■ **Exercise**: With the line containing "if back < least" as the start and the line containing "b.Slope[i][to] = other.Slope[i][from]" as the end, transcribe that span of the entries below exactly, including both.

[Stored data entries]

━━━━━━━━━━

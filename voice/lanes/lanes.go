// Package lanes computes strings eight at a time: a bank holds one string in
// each lane of a vector, and a kernel takes all eight through the read of their
// delay lines, their filters and the mix.
//
// There is one meaning and there are several kernels: in Go for any machine
// (portable.go), and for the vector units of amd64 and arm64, which the program
// in the folder asm writes. All give the same bits: every product is rounded
// before it is added, and every sum has one order.
package lanes

const (
	Width  = 8  // strings in a bank
	Taps   = 12 // of the read
	Frames = 32 // most that a kernel renders at once

	// MaxSections is how many allpass sections a string may have.
	MaxSections = 4

	// Shortest is the least distance (samples) from the sample that is
	// computed back to the newest that its read needs: eight frames are read
	// before the first of them is written.
	Shortest = 8

	// History is how many samples before the oldest that a read needs must
	// exist in the line: they are loaded, and not used.
	History = 1
	// Front is how many samples before a ring's first are to be the same as before its end, so
	// that no read has to be cut in two.
	Front = 64
	// Spill is how many samples past the last one rendered a kernel may
	// overwrite in a line.
	Spill = 3

	// bias keeps subnormal numbers, which cost 15 to 40 ns each, out of the loop.
	bias = 1e-18
)

type (
	floats  [Width]float32
	doubles [Width]float64
)

// Bank is eight strings side by side, as one control step has them. A lane of
// zeros is silent. It holds no pointers; the kernels know its layout.
//
//	x = sum over i of Tap[i] line[at - Back + Taps-1 - i]
//	v = Level x - C2 v'' - C1 v'
//	v = shelf(v), then through the allpass sections, where there are any
//	y = line[at] = Out = v + force
//
// Still, Level is in the taps and not multiplied. Where lanes move, all that has a D-sister changes by it
// before each frame. Gliding, the taps are those of a delay near the lane's own, and
//
//	x = sum of Tap + Offset (sum of Slope + Offset sum of Curve)
//
// where Offset, which is a cubic in time, is how far the delay is from there.
type Bank struct {
	Tap                                 [Taps]floats // the newest sample's first
	Slope                               [SlopeTaps]floats
	Curve                               [curveRoom]floats
	Level, DLevel                       floats
	Offset, DOffset, D2Offset, D3Offset floats         // samples, and by differences of a frame
	Left, Right, DLeft, DRight          floats         // gains of the mix
	Out                                 [Frames]floats // y in each frame of the control step
	Power                               floats         // sum of the squares of y so far
	C1, C2, DC1, DC2                    doubles
	V1, V2                              doubles // the loss filter's last two outputs
	Gain, Zero, Pole                    doubles // of the shelf
	DGain, DZero, DPole                 doubles
	Section                             [MaxSections]Section
	Node                                [MaxSections + 1]Node
	At                                  [Width]int64 // where each lane's next sample goes in the line
	Back                                [Width]int64 // from there to the oldest sample that its read needs
	Floor                               [Width]int64 // where the line's oldest sample may be; a read from below it is Ring later
	Ring                                [Width]int64 // samples of the line until its place comes round
	Sections                            int64        // 0: no shelf either

	// What only Go code knows.
	Glide [Width]Glide
	Block int64        // frames for which a glide's taps stand: a power of two, up to Frames
	own   [Width]Row   // taps of lanes that do not glide
	DTap  [Taps]floats // of a lane that ramps by itself
}

// Section is a second-order allpass in each lane.
type Section struct{ A1, A2, DA1, DA2 doubles }

// Node is what passed between two sections one and two frames ago.
type Node struct{ X, X1 doubles }

// Mix is where banks add what they sound in a control step, lane by lane.
type Mix struct{ Left, Right [Frames]floats }

// Clear empties frames from to until.
func (m *Mix) Clear(from, until int) {
	clear(m.Left[from:until])
	clear(m.Right[from:until])
}

// Sum adds up the lanes of frames from a frame on.
func (m *Mix) Sum(left, right []float32, from int) {
	for i := range left {
		left[i] = m.Left[from+i].sum()
		right[i] = m.Right[from+i].sum()
	}
}

func (x *floats) sum() float32 {
	return ((x[0] + x[4]) + (x[2] + x[6])) + ((x[1] + x[5]) + (x[3] + x[7]))
}

// Bench is what kernels work with and on: the lines of all lanes, and the rows of
// gliding reads.
type Bench struct {
	Line []float32
	Rows *Rows

	window              [Frames + Taps + 4]floats
	offsets, filtered   [4]floats
	read                [8]floats // two groups of sums
	source, target, row [Width]uintptr
}

// Force is what drives each lane in each frame of a control step.
type Force [Frames]floats

// Motion is what a kernel has to follow.
type Motion uint8

const (
	Still   Motion = iota
	Moving         // filters, levels and gains
	Gliding        // the delay as well
)

// Kernel renders banks and mixes them.
type Kernel struct {
	name  string
	plain kinds
	stiff [MaxSections + 1]kinds  // by the number of sections
	turn  func(b *Bank, w *Bench) // begins a block of a glide
	mix   func(m *Mix, from, frames int, b, c *Bank)
}

// kinds is by Motion.
type kinds [Gliding + 1]run

// run computes frames of a step from its frame from on. The lanes are ahead of
// their At by so many frames.
type run func(b *Bank, w *Bench, force *Force, ahead, from, frames int)

// String names the processor that the kernel is for.
func (k Kernel) String() string { return k.name }

// Mix adds frames from to until of a control step of b, and of c, which may be nil, to m. In each
// frame, the gains first move on.
func (k Kernel) Mix(m *Mix, from, until int, b, c *Bank) {
	if from < 0 || until > Frames {
		panic("lanes: frames outside the control step")
	}
	if from < until {
		k.mix(m, from, until-from, b, c)
	}
}

// Render computes frames from to until of a control step, at most Frames, in
// all lanes of b. force may be nil. It leaves At as it is.
//
// It panics when a lane reaches outside the lines, or, on a vector unit, reads less than Shortest back.
func (k Kernel) Render(b *Bank, w *Bench, force *Force, motion Motion, from, until int) {
	if from < 0 || until > Frames {
		panic("lanes: frames outside the control step")
	}
	if force == nil {
		force = &nothing
	}
	do := k.plain[motion]
	if b.Sections > 0 {
		do = k.stiff[b.Sections][motion]
	}
	for start := from; from < until; {
		end := until
		if motion == Gliding {
			end = min(until, (from/int(b.Block)+1)*int(b.Block))
			if from%int(b.Block) == 0 {
				k.turn(b, w)
			}
		}
		do(b, w, force, from-start, from, end-from)
		from = end
	}
}

// oldest is the place of the oldest sample that a lane's read needs some frames from now.
func (b *Bank) oldest(lane int, ahead int64) int64 {
	at := b.At[lane] + ahead - b.Back[lane]
	if at < b.Floor[lane] {
		at += b.Ring[lane]
	}
	return at
}

// nothing is no force. It is never written.
var nothing Force

// Copy takes a lane of another bank to a lane of b, all but its line's place
// in the mix of the step.
func (b *Bank) Copy(to int, other *Bank, from int) {
	d, s := b.singles(), other.singles()
	for i := range d {
		d[i][to] = s[i][from]
	}
	dd, ss := b.doubles(), other.doubles()
	for i := range dd {
		dd[i][to] = ss[i][from]
	}
	b.At[to], b.Back[to], b.Floor[to], b.Ring[to] = other.At[from], other.Back[from], other.Floor[from], other.Ring[from]
	b.Glide[to], b.own[to] = other.Glide[from], other.own[from]
}

// Rest silences a lane, which reads and writes the line at the place given.
func (b *Bank) Rest(lane int, at int64) {
	for _, x := range b.singles() {
		x[lane] = 0
	}
	for _, x := range b.doubles() {
		x[lane] = 0
	}
	b.At[lane], b.Back[lane], b.Floor[lane], b.Ring[lane] = at, Taps-1+Shortest, 0, 0
	b.Glide[lane], b.own[lane] = Glide{}, Row{}
}

// Hush takes a lane's frames of the present step from what is to be mixed.
func (b *Bank) Hush(lane int) {
	for f := range b.Out {
		b.Out[f][lane] = 0
	}
}

// Rewind takes the gains of the mix some frames back.
func (b *Bank) Rewind(frames int) {
	for lane := range Width {
		b.Left[lane] -= float32(float32(frames) * b.DLeft[lane])
		b.Right[lane] -= float32(float32(frames) * b.DRight[lane])
	}
}

// plainSingles is how many floats a lane has beside its taps.
const plainSingles = 11

func (b *Bank) singles() (all [plainSingles + 2*Taps + SlopeTaps + curveRoom]*floats) {
	copy(all[:], []*floats{
		&b.Level, &b.DLevel, &b.Offset, &b.DOffset, &b.D2Offset, &b.D3Offset,
		&b.Left, &b.Right, &b.DLeft, &b.DRight, &b.Power,
	})
	rest := all[plainSingles:]
	for i := range b.Tap {
		rest[2*i], rest[2*i+1] = &b.Tap[i], &b.DTap[i]
	}
	rest = rest[2*Taps:]
	for i := range b.Slope {
		rest[i] = &b.Slope[i]
	}
	for i := range b.Curve {
		rest[SlopeTaps+i] = &b.Curve[i]
	}
	return all
}

// filterDoubles is how many doubles a lane has beside those of its sections.
const filterDoubles = 12

func (b *Bank) doubles() (all [filterDoubles + 4*MaxSections + 2*(MaxSections+1)]*doubles) {
	copy(all[:], []*doubles{
		&b.C1, &b.C2, &b.DC1, &b.DC2, &b.V1, &b.V2,
		&b.Gain, &b.Zero, &b.Pole, &b.DGain, &b.DZero, &b.DPole,
	})
	rest := all[filterDoubles:]
	for i := range b.Section {
		s := &b.Section[i]
		rest[4*i], rest[4*i+1], rest[4*i+2], rest[4*i+3] = &s.A1, &s.A2, &s.DA1, &s.DA2
	}
	rest = rest[4*MaxSections:]
	for i := range b.Node {
		rest[2*i], rest[2*i+1] = &b.Node[i].X, &b.Node[i].X1
	}
	return all
}
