package lanes

const (
	// RowsInSample is how many rows of taps there are for a sample of delay.
	RowsInSample = 64
	rowBits      = 6

	SlopeTaps = 8 // taps of a row's slope, in the middle of the read
	CurveTaps = 4

	firstSlope = (Taps - SlopeTaps) / 2 // the newest sample's tap
	firstCurve = (Taps - CurveTaps) / 2

	// Newest is how many samples a read's newest sample lies after its delay.
	Newest = Taps/2 - 1
)

// Row is the taps of a read whose delay is in the middle of a part of a sample: their values,
// the newest sample's first, their derivatives by the delay, and half their second derivatives.
type Row struct {
	Tap   [Taps]float32
	Slope [SlopeTaps]float32
	Curve [CurveTaps]float32
}

// Rows are the parts of a sample, from the least delay to the greatest.
type Rows [RowsInSample]Row

// Glide is a lane's delay at the first frame of a block, and its differences from block to
// block, in 2^-32 samples: whole numbers, so that no rounding adds up.
// On is false in a lane that does not glide.
type Glide struct {
	On                bool
	Delay, D1, D2, D3 int64
}

// turn gives each gliding lane the row of taps that is nearest to its delay in the
// middle of the block.
func (b *Bank) turn(rows *Rows) {
	for lane := range b.Glide {
		b.turnLane(lane, rows)
	}
}

func (b *Bank) turnLane(lane int, rows *Rows) {
	const shift = 32 - rowBits
	g := &b.Glide[lane]
	if !g.On {
		return
	}
	middle := g.Delay + g.D1>>1
	center := middle&^(1<<shift-1) + 1<<(shift-1)
	b.Offset[lane] = float32(int32(g.Delay-center)) / (1 << 32)
	b.Back[lane] = middle>>32 + Taps - 1 - Newest
	row := &rows[uint32(middle)>>shift]
	for i, h := range row.Tap {
		b.Tap[i][lane] = h
	}
	for i, h := range row.Slope {
		b.Slope[i][lane] = h
	}
	for i, h := range row.Curve {
		b.Curve[i][lane] = h
	}
	g.Delay += g.D1
	g.D1 += g.D2
	g.D2 += g.D3
}
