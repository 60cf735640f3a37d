package lanes

// Best is the fastest kernel for this processor: arm64 always has NEON.
func Best() Kernel { return vector("NEON") }
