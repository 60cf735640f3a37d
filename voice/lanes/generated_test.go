package lanes

import (
	"os"
	"os/exec"
	"path/filepath"
	"testing"
)

// TestKernelsAreGenerated holds the kernels in the repository to the program that writes them.
func TestKernelsAreGenerated(t *testing.T) {
	dir := t.TempDir()
	if out, err := exec.Command("go", "run", "./asm", "-dir", dir).CombinedOutput(); err != nil {
		t.Fatalf("%v\n%s", err, out)
	}
	files, err := filepath.Glob("kernels_*.s")
	if err != nil || len(files) == 0 {
		t.Fatalf("no kernels: %v", err)
	}
	for _, file := range files {
		want, err := os.ReadFile(filepath.Join(dir, file))
		if err != nil {
			t.Fatal(err)
		}
		got, err := os.ReadFile(file)
		if err != nil {
			t.Fatal(err)
		}
		if string(got) != string(want) {
			t.Errorf("%s is not what the program in asm writes: run go generate in voice/lanes", file)
		}
	}
}
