package lanes

import "golang.org/x/sys/cpu"

// Best is the fastest kernel for this processor, which it asks.
func Best() Kernel {
	if !cpu.X86.HasAVX2 {
		return Portable()
	}
	return vector("AVX2")
}
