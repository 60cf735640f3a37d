// Package lanes computes strings eight at a time: a bank holds one string in
// each lane of a vector, and a kernel takes all eight through the read of their
// delay lines, their filters and the mix.
//
// There is one meaning and there are several kernels: in Go for any machine
// (portable.go), and for the vector units of amd64 and arm64, which the program
// in the folder asm writes. All give the same bits: every product is rounded
// before it is added, and every sum has one order.
package lanes

const (
	Width  = 8  // strings in a bank
	Taps   = 12 // of the read
	Frames = 32 // most that a kernel renders at once

	// MaxSections is how many allpass sections a string may have.
	MaxSections = 4

	// Shortest is the least distance (samples) from the sample that is
	// computed back to the newest that its read needs: four frames are read
	// before the first of them is written.
	Shortest = 4

	// History is how many samples before the oldest that a read needs must
	// exist in the line: they are loaded, and not used.
	History = 1
	// Spill is how many samples past the last one rendered a kernel may
	// overwrite in a line.
	Spill = 3

	// bias keeps subnormal numbers, which cost 15 to 40 ns each, out of the loop.
	bias = 1e-18
)

type (
	floats  [Width]float32
	doubles [Width]float64
)

// Bank is eight strings side by side, as one control step has them. A lane of
// zeros is silent. It holds no pointers; the kernels know its layout.
//
//	x = sum over i of Tap[i] line[at - Back + Taps-1 - i]
//	v = Level x - C2 v'' - C1 v'
//	v = Shelf(v), then through the allpass sections, where there are any
//	y = line[at] = v + force
//
// Still, Level is in the taps and not multiplied. Where lanes move, all that has a D-sister changes by it
// before each frame. Gliding, the taps are those of a delay near the lane's own, and
//
//	x = sum of Tap + Offset (sum of Slope + Offset sum of Curve)
//
// where Offset, which is a cubic in time, is how far the delay is from there.
type Bank struct {
	Tap                                 [Taps]floats // the newest sample's first
	Slope                               [SlopeTaps]floats
	Curve                               [CurveTaps]floats
	Level, DLevel                       floats
	Offset, DOffset, D2Offset, D3Offset floats // samples, and by differences of a frame
	Left, Right, DLeft, DRight          floats // gains of the mix
	Power                               floats // sum of the squares of y so far
	C1, C2, DC1, DC2                    doubles
	V1, V2                              doubles // the loss filter's last two outputs
	Gain, Zero, Pole                    doubles // of the shelf
	DGain, DZero, DPole                 doubles
	Shelf                               doubles // its last output
	Section                             [MaxSections]Section
	Node                                [MaxSections + 1]Node
	At                                  [Width]int64 // where each lane's next sample goes in the line
	Back                                [Width]int64 // from there to the oldest sample that its read needs
	Sections                            int64        // 0: no shelf either

	// What only Go code knows.
	Glide [Width]Glide
	Block int64        // frames for which a glide's taps stand; divides Frames
	DTap  [Taps]floats // of a lane that ramps by itself
}

// Section is a second-order allpass in each lane.
type Section struct{ A1, A2, DA1, DA2 doubles }

// Node is what passed between two sections one and two frames ago.
type Node struct{ X, X1 doubles }

// Mix is where banks add what they sound, lane by lane, for the frames of one
// control step, and what kernels need beside.
type Mix struct {
	Left, Right    [Frames]floats
	Rows           *Rows // of gliding reads
	window         [Frames + Taps + 4]floats
	source, target [Width]uintptr
}

// Clear empties frames from to until.
func (m *Mix) Clear(from, until int) {
	clear(m.Left[from:until])
	clear(m.Right[from:until])
}

// Sum adds up the lanes of frames from a frame on.
func (m *Mix) Sum(left, right []float32, from int) {
	for i := range left {
		left[i] = m.Left[from+i].sum()
		right[i] = m.Right[from+i].sum()
	}
}

func (x *floats) sum() float32 {
	return ((x[0] + x[4]) + (x[2] + x[6])) + ((x[1] + x[5]) + (x[3] + x[7]))
}

// Force is what drives each lane in each frame of a control step.
type Force [Frames]floats

// Motion is what a kernel has to follow.
type Motion uint8

const (
	Still   Motion = iota
	Moving         // filters, levels and gains
	Gliding        // the delay as well
)

// Kernel renders banks.
type Kernel struct {
	name         string
	plain, stiff kinds
}

// kinds is by Motion.
type kinds [Gliding + 1]run

// run computes frames of a step from its frame from on. The lanes are ahead of
// their At by so many frames.
type run func(b *Bank, m *Mix, line []float32, force *Force, ahead, from, frames int)

// String names the processor that the kernel is for.
func (k Kernel) String() string { return k.name }

// Render computes frames from to until of a control step, at most Frames, in
// all lanes of b, on the lines in line, and adds them to m. force may be nil.
// It leaves At as it is.
//
// It panics when a lane reaches outside line, or reads less than Shortest back.
func (k Kernel) Render(b *Bank, m *Mix, line []float32, force *Force, motion Motion, from, until int) {
	if from < 0 || until > Frames {
		panic("lanes: frames outside the control step")
	}
	if force == nil {
		force = &nothing
	}
	do := k.plain[motion]
	if b.Sections > 0 {
		do = k.stiff[motion]
	}
	for start := from; from < until; {
		end := until
		if motion == Gliding {
			end = min(until, (from/int(b.Block)+1)*int(b.Block))
			if from%int(b.Block) == 0 {
				b.turn(m.Rows)
			}
		}
		for i := range b.At {
			b.check(i, Taps-1+Shortest, int64(until-start)+Spill, line)
		}
		do(b, m, line, force, from-start, from, end-from)
		from = end
	}
}

func (b *Bank) check(lane int, least, ahead int64, line []float32) {
	at, back := b.At[lane], b.Back[lane]
	if back < least || at-back < History || at+ahead > int64(len(line)) {
		panic("lanes: a lane reaches outside its line")
	}
}

// nothing is no force. It is never written.
var nothing Force

// Copy takes a lane of another bank to a lane of b, all but its line's place
// in the mix of the step.
func (b *Bank) Copy(to int, other *Bank, from int) {
	for i := range b.Tap {
		b.Tap[i][to], b.DTap[i][to] = other.Tap[i][from], other.DTap[i][from]
	}
	for i := range b.Slope {
		b.Slope[i][to] = other.Slope[i][from]
	}
	for i := range b.Curve {
		b.Curve[i][to] = other.Curve[i][from]
	}
	d, s := b.singles(), other.singles()
	for i := range d {
		d[i][to] = s[i][from]
	}
	dd, ss := b.doubles(), other.doubles()
	for i := range dd {
		dd[i][to] = ss[i][from]
	}
	b.At[to], b.Back[to], b.Glide[to] = other.At[from], other.Back[from], other.Glide[from]
}

// Rest silences a lane, which reads and writes the line at the place given.
func (b *Bank) Rest(lane int, at int64) {
	var still Bank
	b.Copy(lane, &still, 0)
	b.At[lane], b.Back[lane] = at, Taps-1+Shortest
}

func (b *Bank) singles() [11]*floats {
	return [...]*floats{&b.Level, &b.DLevel, &b.Offset, &b.DOffset, &b.D2Offset, &b.D3Offset, &b.Left, &b.Right, &b.DLeft, &b.DRight, &b.Power}
}

// filterDoubles is how many doubles a lane has beside those of its sections.
const filterDoubles = 13

func (b *Bank) doubles() (all [filterDoubles + 4*MaxSections + 2*(MaxSections+1)]*doubles) {
	copy(all[:], []*doubles{
		&b.C1, &b.C2, &b.DC1, &b.DC2, &b.V1, &b.V2,
		&b.Gain, &b.Zero, &b.Pole, &b.DGain, &b.DZero, &b.DPole, &b.Shelf,
	})
	rest := all[filterDoubles:]
	for i := range b.Section {
		s := &b.Section[i]
		rest[4*i], rest[4*i+1], rest[4*i+2], rest[4*i+3] = &s.A1, &s.A2, &s.DA1, &s.DA2
	}
	rest = rest[4*MaxSections:]
	for i := range b.Node {
		rest[2*i], rest[2*i+1] = &b.Node[i].X, &b.Node[i].X1
	}
	return all
}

━━━━━━━━━━

■ **Result**:
	if back < least || at-back < History || at+ahead > int64(len(line)) {
		panic("lanes: a lane reaches outside its line")
	}
}

// nothing is no force. It is never written.
var nothing Force

// Copy takes a lane of another bank to a lane of b, all but its line's place
// in the mix of the step.
func (b *Bank) Copy(to int, other *Bank, from int) {
	for i := range b.Tap {
		b.Tap[i][to], b.DTap[i][to] = other.Tap[i][from], other.DTap[i][from]
	}
	for i := range b.Slope {
		b.Slope[i][to] = other.Slope[i][from]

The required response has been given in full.